YOUR TASK:
The lines to be copied are those below that contain "found".

RECORDS PROVIDED:
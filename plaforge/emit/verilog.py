"""Verilog through Amaranth's own backend (``amaranth.back.verilog.convert``, with the Yosys it bundles).

The generated component is converted as the top module; its ports keep the component's port names (see
:mod:`plaforge.emit.amaranth` for how spec names map to them). Source-location attributes are left out, so the text
depends only on the logic and on the backend version, not on where files live: the same input gives the same bytes.
"""

from __future__ import annotations

import re
import types
from typing import Any

from ..core.errors import PlaforgeError

__all__ = ["verilog_name", "verilog_source"]


def verilog_name(name: str) -> str:
    """A plain Verilog module identifier for ``name`` (other characters become ``_``; ``m_`` before a digit).

    >>> verilog_name("memory-map"), verilog_name("7seg")
    ('memory_map', 'm_7seg')
    """
    s = re.sub(r"[^A-Za-z0-9_]", "_", name) or "top"
    return "m_" + s if s[0].isdigit() else s


def _component_from_source(source: str) -> Any:
    from amaranth.lib import wiring

    mod = types.ModuleType("_plaforge_generated")
    try:
        exec(compile(source, "<generated module>", "exec", dont_inherit=True), mod.__dict__)  # noqa: S102 - our own generated text
    except Exception as exc:  # noqa: BLE001 - report any failure of the text as one line
        raise PlaforgeError(f"the module source does not run: {type(exc).__name__}: {exc}") from None
    found = [
        v for v in vars(mod).values()
        if isinstance(v, type) and issubclass(v, wiring.Component) and v is not wiring.Component
    ]
    if len(found) != 1:
        raise PlaforgeError(f"the module source defines {len(found)} wiring.Component subclasses; expected one")
    return found[0]()


def verilog_source(component_or_source: Any, name: str) -> str:
    """Verilog text for a component, or for the source text of a generated module file.

    Parameters
    ----------
    component_or_source : amaranth.lib.wiring.Component or str
        A component instance (from :func:`plaforge.emit.amaranth.build_component`, say) or the text
        :func:`plaforge.emit.amaranth.module_source` returned.
    name : str
        The Verilog module name (made a plain identifier by :func:`verilog_name`).

    Returns
    -------
    str
        The Verilog text, ending in a newline.

    Raises
    ------
    PlaforgeError
        If the source does not define exactly one component, or the backend fails.
    """
    from amaranth.back import verilog

    component = (
        _component_from_source(component_or_source) if isinstance(component_or_source, str) else component_or_source
    )
    try:
        text = verilog.convert(component, name=verilog_name(name), emit_src=False)
    except Exception as exc:  # noqa: BLE001 - the backend reports problems as assorted exceptions
        raise PlaforgeError(f"Verilog conversion failed: {type(exc).__name__}: {exc}") from None
    return text if text.endswith("\n") else text + "\n"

RESPONSE BOX:
    found = [
    if len(found) != 1:
        raise PlaforgeError(f"the module source defines {len(found)} wiring.Component subclasses; expected one")
    return found[0]()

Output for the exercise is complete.